--- Exercise inputs ---

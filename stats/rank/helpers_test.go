package rank

import (
	"bytes"
	"encoding/csv"
	"encoding/json"
	"strconv"
	"testing"

	"furrow/internal/testkit"
)

func readCSV(t *testing.T, rel string) [][]string {
	t.Helper()
	recs, err := csv.NewReader(bytes.NewReader(testkit.ReadShared(t, rel))).ReadAll()
	if err != nil {
		t.Fatalf("parsing %s: %v", rel, err)
	}
	return recs[1:]
}

func parseF(t *testing.T, s string) float64 {
	t.Helper()
	v, err := strconv.ParseFloat(s, 64)
	if err != nil {
		t.Fatalf("parsing %q: %v", s, err)
	}
	return v
}

// groupBy collects column val of rows by column key, in order of first
// appearance.
func groupBy(t *testing.T, rows [][]string, key, val int) [][]float64 {
	t.Helper()
	idx := map[string]int{}
	var out [][]float64
	for _, r := range rows {
		g, ok := idx[r[key]]
		if !ok {
			g = len(out)
			idx[r[key]] = g
			out = append(out, nil)
		}
		out[g] = append(out[g], parseF(t, r[val]))
	}
	return out
}

func decodeJSON(t *testing.T, b []byte, v any) {
	t.Helper()
	if err := json.Unmarshal(b, v); err != nil {
		t.Fatalf("decoding json: %v", err)
	}
}

func altOf(s string) Alternative {
	switch s {
	case "greater":
		return Greater
	case "less":
		return Less
	}
	return TwoSided
}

---

## To do
Copy all lines of the listing above that contain the string "groupBy".

## Solution to the exercise
// groupBy collects column val of rows by column key, in order of first
func groupBy(t *testing.T, rows [][]string, key, val int) [][]float64 {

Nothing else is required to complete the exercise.